* WHAT THE TASK ASKS:
Check every line of the records below for the string "state" and copy the ones that have it.

=== INPUT MATERIAL ===

"""Initial schema: sites, antennas, cable types, feedlines, sweeps, metrics, baselines,
events, notifications.

Revision ID: 0001
Revises:
Create Date: 2026-12-02 10:00:14.664983
"""

from collections.abc import Sequence

import sqlalchemy as sa
from alembic import op

import mastwatch.db.types

revision: str = "0001"
down_revision: str | Sequence[str] | None = None
branch_labels: str | Sequence[str] | None = None
depends_on: str | Sequence[str] | None = None


def upgrade() -> None:
    op.create_table(
        "cable_type",
        sa.Column("id", sa.Integer(), nullable=False),
        sa.Column("name", sa.String(length=100), nullable=False),
        sa.Column("z0_ohm", sa.Float(), nullable=False),
        sa.Column("velocity_factor", sa.Float(), nullable=False),
        sa.Column("k0", sa.Float(), nullable=False),
        sa.Column("k1", sa.Float(), nullable=False),
        sa.Column("k2", sa.Float(), nullable=False),
        sa.Column("kind", sa.String(length=20), nullable=False),
        sa.Column("source", sa.Text(), nullable=False),
        sa.Column("builtin", sa.Boolean(), nullable=False),
        sa.Column("measured_points", sa.JSON(), nullable=True),
        sa.Column("created_at", mastwatch.db.types.UTCDateTime(timezone=True), nullable=False),
        sa.CheckConstraint(
            "velocity_factor > 0 AND velocity_factor <= 1",
            name=op.f("ck_cable_type_velocity_factor"),
        ),
        sa.CheckConstraint("z0_ohm > 0", name=op.f("ck_cable_type_z0_ohm")),
        sa.PrimaryKeyConstraint("id", name=op.f("pk_cable_type")),
        sa.UniqueConstraint("name", name=op.f("uq_cable_type_name")),
    )
    op.create_table(
        "site",
        sa.Column("id", sa.Integer(), nullable=False),
        sa.Column("name", sa.String(length=200), nullable=False),
        sa.Column("itu_region", sa.Integer(), nullable=False),
        sa.Column("locator", sa.String(length=10), nullable=True),
        sa.Column("timezone", sa.String(length=64), nullable=False),
        sa.Column("notes", sa.Text(), nullable=False),
        sa.Column("created_at", mastwatch.db.types.UTCDateTime(timezone=True), nullable=False),
        sa.CheckConstraint("itu_region IN (1, 2, 3)", name=op.f("ck_site_itu_region")),
        sa.PrimaryKeyConstraint("id", name=op.f("pk_site")),
        sa.UniqueConstraint("name", name=op.f("uq_site_name")),
    )
    op.create_table(
        "antenna",
        sa.Column("id", sa.Integer(), nullable=False),
        sa.Column("site_id", sa.Integer(), nullable=False),
        sa.Column("name", sa.String(length=200), nullable=False),
        sa.Column("kind", sa.String(length=20), nullable=False),
        sa.Column("bands", sa.JSON(), nullable=False),
        sa.Column("installed_on", sa.Date(), nullable=True),
        sa.Column("notes", sa.Text(), nullable=False),
        sa.Column("thresholds", sa.JSON(), nullable=True),
        sa.Column("created_at", mastwatch.db.types.UTCDateTime(timezone=True), nullable=False),
        sa.CheckConstraint(
            "kind IN ('dipole', 'vertical', 'yagi', 'loop', 'end-fed', 'j-pole', 'collinear', "
            "'other')",
            name=op.f("ck_antenna_kind"),
        ),
        sa.ForeignKeyConstraint(
            ["site_id"], ["site.id"], name=op.f("fk_antenna_site_id_site"), ondelete="RESTRICT"
        ),
        sa.PrimaryKeyConstraint("id", name=op.f("pk_antenna")),
        sa.UniqueConstraint("site_id", "name", name=op.f("uq_antenna_site_id_name")),
    )
    with op.batch_alter_table("antenna", schema=None) as batch_op:
        batch_op.create_index(batch_op.f("ix_antenna_site_id"), ["site_id"], unique=False)

    op.create_table(
        "event",
        sa.Column("id", sa.Integer(), nullable=False),
        sa.Column("site_id", sa.Integer(), nullable=True),
        sa.Column("antenna_id", sa.Integer(), nullable=True),
        sa.Column("kind", sa.String(length=20), nullable=False),
        sa.Column("occurred_at", mastwatch.db.types.UTCDateTime(timezone=True), nullable=False),
        sa.Column("title", sa.String(length=200), nullable=False),
        sa.Column("notes", sa.Text(), nullable=False),
        sa.Column("created_at", mastwatch.db.types.UTCDateTime(timezone=True), nullable=False),
        sa.CheckConstraint(
            "kind IN ('storm', 'maintenance', 'repair', 'modification', 'note')",
            name=op.f("ck_event_kind"),
        ),
        sa.CheckConstraint(
            "site_id IS NOT NULL OR antenna_id IS NOT NULL", name=op.f("ck_event_owner")
        ),
        sa.ForeignKeyConstraint(
            ["antenna_id"],
            ["antenna.id"],
            name=op.f("fk_event_antenna_id_antenna"),
            ondelete="CASCADE",
        ),
        sa.ForeignKeyConstraint(
            ["site_id"], ["site.id"], name=op.f("fk_event_site_id_site"), ondelete="CASCADE"
        ),
        sa.PrimaryKeyConstraint("id", name=op.f("pk_event")),
    )
    with op.batch_alter_table("event", schema=None) as batch_op:
        batch_op.create_index(batch_op.f("ix_event_antenna_id"), ["antenna_id"], unique=False)
        batch_op.create_index(batch_op.f("ix_event_site_id"), ["site_id"], unique=False)

    op.create_table(
        "feedline",
        sa.Column("id", sa.Integer(), nullable=False),
        sa.Column("antenna_id", sa.Integer(), nullable=False),
        sa.Column("cable_type_id", sa.Integer(), nullable=False),
        sa.Column("length_m", sa.Float(), nullable=False),
        sa.Column("connectors", sa.Integer(), nullable=False),
        sa.Column("connector_loss_db", sa.Float(), nullable=True),
        sa.Column("notes", sa.Text(), nullable=False),
        sa.Column("updated_at", mastwatch.db.types.UTCDateTime(timezone=True), nullable=False),
        sa.CheckConstraint("connectors >= 0", name=op.f("ck_feedline_connectors")),
        sa.CheckConstraint("length_m > 0", name=op.f("ck_feedline_length_m")),
        sa.ForeignKeyConstraint(
            ["antenna_id"],
            ["antenna.id"],
            name=op.f("fk_feedline_antenna_id_antenna"),
            ondelete="CASCADE",
        ),
        sa.ForeignKeyConstraint(
            ["cable_type_id"],
            ["cable_type.id"],
            name=op.f("fk_feedline_cable_type_id_cable_type"),
            ondelete="RESTRICT",
        ),
        sa.PrimaryKeyConstraint("id", name=op.f("pk_feedline")),
        sa.UniqueConstraint("antenna_id", name=op.f("uq_feedline_antenna_id")),
    )
    with op.batch_alter_table("feedline", schema=None) as batch_op:
        batch_op.create_index(
            batch_op.f("ix_feedline_cable_type_id"), ["cable_type_id"], unique=False
        )

    op.create_table(
        "sweep",
        sa.Column("id", sa.Integer(), nullable=False),
        sa.Column("antenna_id", sa.Integer(), nullable=False),
        sa.Column("measured_at", mastwatch.db.types.UTCDateTime(timezone=True), nullable=False),
        sa.Column("measured_at_source", sa.String(length=10), nullable=False),
        sa.Column("uploaded_at", mastwatch.db.types.UTCDateTime(timezone=True), nullable=False),
        sa.Column("reference_plane", sa.String(length=12), nullable=False),
        sa.Column("operator", sa.String(length=100), nullable=False),
        sa.Column("conditions", sa.Text(), nullable=False),
        sa.Column("notes", sa.Text(), nullable=False),
        sa.Column("filename", sa.String(length=255), nullable=False),
        sa.Column("file_format", sa.String(length=20), nullable=True),
        sa.Column("original_size", sa.Integer(), nullable=False),
        sa.Column("sha256", sa.String(length=64), nullable=False),
        sa.Column("original", sa.LargeBinary(), nullable=False),
        sa.Column("freq_hz", sa.LargeBinary(), nullable=False),
        sa.Column("gamma", sa.LargeBinary(), nullable=False),
        sa.Column("gamma_feedpoint", sa.LargeBinary(), nullable=True),
        sa.Column("z0", sa.Float(), nullable=False),
        sa.Column("has_phase", sa.Boolean(), nullable=False),
        sa.Column("points", sa.Integer(), nullable=False),
        sa.Column("f_start_hz", sa.Float(), nullable=False),
        sa.Column("f_stop_hz", sa.Float(), nullable=False),
        sa.Column("min_swr", sa.Float(), nullable=True),
        sa.Column("min_swr_hz", sa.Float(), nullable=True),
        sa.Column("feedline_snapshot", sa.JSON(), nullable=True),
        sa.Column("summary", sa.JSON(), nullable=False),
        sa.Column("status", sa.String(length=10), nullable=True),
        sa.Column("status_reasons", sa.JSON(), nullable=False),
        sa.CheckConstraint(
            "reference_plane IN ('feedpoint', 'line_input')", name=op.f("ck_sweep_reference_plane")
        ),
        sa.CheckConstraint(
            "status IS NULL OR status IN ('ok', 'watch', 'fault', 'unknown')",
            name=op.f("ck_sweep_status"),
        ),
        sa.ForeignKeyConstraint(
            ["antenna_id"],
            ["antenna.id"],
            name=op.f("fk_sweep_antenna_id_antenna"),
            ondelete="CASCADE",
        ),
        sa.PrimaryKeyConstraint("id", name=op.f("pk_sweep")),
        sa.UniqueConstraint("antenna_id", "sha256", name=op.f("uq_sweep_antenna_id_sha256")),
    )
    with op.batch_alter_table("sweep", schema=None) as batch_op:
        batch_op.create_index(
            "ix_sweep_antenna_measured", ["antenna_id", "measured_at"], unique=False
        )

    op.create_table(
        "baseline",
        sa.Column("id", sa.Integer(), nullable=False),
        sa.Column("antenna_id", sa.Integer(), nullable=False),
        sa.Column("sweep_id", sa.Integer(), nullable=False),
        sa.Column("bands", sa.JSON(), nullable=True),
        sa.Column("confirmed", sa.Boolean(), nullable=False),
        sa.Column("set_at", mastwatch.db.types.UTCDateTime(timezone=True), nullable=False),
        sa.Column("ended_at", mastwatch.db.types.UTCDateTime(timezone=True), nullable=True),
        sa.Column("reason", sa.Text(), nullable=False),
        sa.ForeignKeyConstraint(
            ["antenna_id"],
            ["antenna.id"],
            name=op.f("fk_baseline_antenna_id_antenna"),
            ondelete="CASCADE",
        ),
        sa.ForeignKeyConstraint(
            ["sweep_id"],
            ["sweep.id"],
            name=op.f("fk_baseline_sweep_id_sweep"),
            ondelete="NO ACTION",
        ),
        sa.PrimaryKeyConstraint("id", name=op.f("pk_baseline")),
    )
    with op.batch_alter_table("baseline", schema=None) as batch_op:
        batch_op.create_index(batch_op.f("ix_baseline_antenna_id"), ["antenna_id"], unique=False)
        batch_op.create_index(batch_op.f("ix_baseline_sweep_id"), ["sweep_id"], unique=False)

    op.create_table(
        "notification",
        sa.Column("id", sa.Integer(), nullable=False),
        sa.Column("antenna_id", sa.Integer(), nullable=True),
        sa.Column("sweep_id", sa.Integer(), nullable=True),
        sa.Column("channel", sa.String(length=20), nullable=False),
        sa.Column("payload", sa.JSON(), nullable=False),
        sa.Column("state", sa.String(length=10), nullable=False),
        sa.Column("attempts", sa.Integer(), nullable=False),
        sa.Column("next_attempt_at", mastwatch.db.types.UTCDateTime(timezone=True), nullable=False),
        sa.Column("last_error", sa.Text(), nullable=True),
        sa.Column("created_at", mastwatch.db.types.UTCDateTime(timezone=True), nullable=False),
        sa.Column("sent_at", mastwatch.db.types.UTCDateTime(timezone=True), nullable=True),
        sa.ForeignKeyConstraint(
            ["antenna_id"],
            ["antenna.id"],
            name=op.f("fk_notification_antenna_id_antenna"),
            ondelete="CASCADE",
        ),
        sa.ForeignKeyConstraint(
            ["sweep_id"],
            ["sweep.id"],
            name=op.f("fk_notification_sweep_id_sweep"),
            ondelete="SET NULL",
        ),
        sa.PrimaryKeyConstraint("id", name=op.f("pk_notification")),
    )
    with op.batch_alter_table("notification", schema=None) as batch_op:
        batch_op.create_index(
            batch_op.f("ix_notification_antenna_id"), ["antenna_id"], unique=False
        )
        batch_op.create_index("ix_notification_due", ["state", "next_attempt_at"], unique=False)

    op.create_table(
        "sweep_metrics",
        sa.Column("id", sa.Integer(), nullable=False),
        sa.Column("sweep_id", sa.Integer(), nullable=False),
        sa.Column("antenna_id", sa.Integer(), nullable=False),
        sa.Column("measured_at", mastwatch.db.types.UTCDateTime(timezone=True), nullable=False),
        sa.Column("band", sa.String(length=16), nullable=False),
        sa.Column("plane", sa.String(length=10), nullable=False),
        sa.Column("low_hz", sa.Float(), nullable=False),
        sa.Column("high_hz", sa.Float(), nullable=False),
        sa.Column("coverage", sa.Float(), nullable=False),
        sa.Column("min_swr", sa.Float(), nullable=True),
        sa.Column("min_swr_hz", sa.Float(), nullable=True),
        sa.Column("swr_center", sa.Float(), nullable=True),
        sa.Column("r_center_ohm", sa.Float(), nullable=True),
        sa.Column("x_center_ohm", sa.Float(), nullable=True),
        sa.Column("return_loss_center_db", sa.Float(), nullable=True),
        sa.Column("usable_fraction_2", sa.Float(), nullable=True),
        sa.Column("resonance_hz", sa.Float(), nullable=True),
        sa.Column("resonance_kind", sa.String(length=10), nullable=True),
        sa.Column("q", sa.Float(), nullable=True),
        sa.Column("bandwidth_2_hz", sa.Float(), nullable=True),
        sa.CheckConstraint(
            "plane IN ('measured', 'feedpoint')", name=op.f("ck_sweep_metrics_plane")
        ),
        sa.ForeignKeyConstraint(
            ["antenna_id"],
            ["antenna.id"],
            name=op.f("fk_sweep_metrics_antenna_id_antenna"),
            ondelete="CASCADE",
        ),
        sa.ForeignKeyConstraint(
            ["sweep_id"],
            ["sweep.id"],
            name=op.f("fk_sweep_metrics_sweep_id_sweep"),
            ondelete="CASCADE",
        ),
        sa.PrimaryKeyConstraint("id", name=op.f("pk_sweep_metrics")),
        sa.UniqueConstraint(
            "sweep_id", "band", "plane", name=op.f("uq_sweep_metrics_sweep_id_band_plane")
        ),
    )
    with op.batch_alter_table("sweep_metrics", schema=None) as batch_op:
        batch_op.create_index(
            "ix_sweep_metrics_trend", ["antenna_id", "band", "plane", "measured_at"], unique=False
        )


def downgrade() -> None:
    with op.batch_alter_table("sweep_metrics", schema=None) as batch_op:
        batch_op.drop_index("ix_sweep_metrics_trend")

    op.drop_table("sweep_metrics")
    with op.batch_alter_table("notification", schema=None) as batch_op:
        batch_op.drop_index("ix_notification_due")
        batch_op.drop_index(batch_op.f("ix_notification_antenna_id"))

    op.drop_table("notification")
    with op.batch_alter_table("baseline", schema=None) as batch_op:
        batch_op.drop_index(batch_op.f("ix_baseline_sweep_id"))
        batch_op.drop_index(batch_op.f("ix_baseline_antenna_id"))

    op.drop_table("baseline")
    with op.batch_alter_table("sweep", schema=None) as batch_op:
        batch_op.drop_index("ix_sweep_antenna_measured")

    op.drop_table("sweep")
    with op.batch_alter_table("feedline", schema=None) as batch_op:
        batch_op.drop_index(batch_op.f("ix_feedline_cable_type_id"))

    op.drop_table("feedline")
    with op.batch_alter_table("event", schema=None) as batch_op:
        batch_op.drop_index(batch_op.f("ix_event_site_id"))
        batch_op.drop_index(batch_op.f("ix_event_antenna_id"))

    op.drop_table("event")
    with op.batch_alter_table("antenna", schema=None) as batch_op:
        batch_op.drop_index(batch_op.f("ix_antenna_site_id"))

    op.drop_table("antenna")
    op.drop_table("site")
    op.drop_table("cable_type")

===

* TASK OUTPUT:
        sa.Column("state", sa.String(length=10), nullable=False),
        batch_op.create_index("ix_notification_due", ["state", "next_attempt_at"], unique=False)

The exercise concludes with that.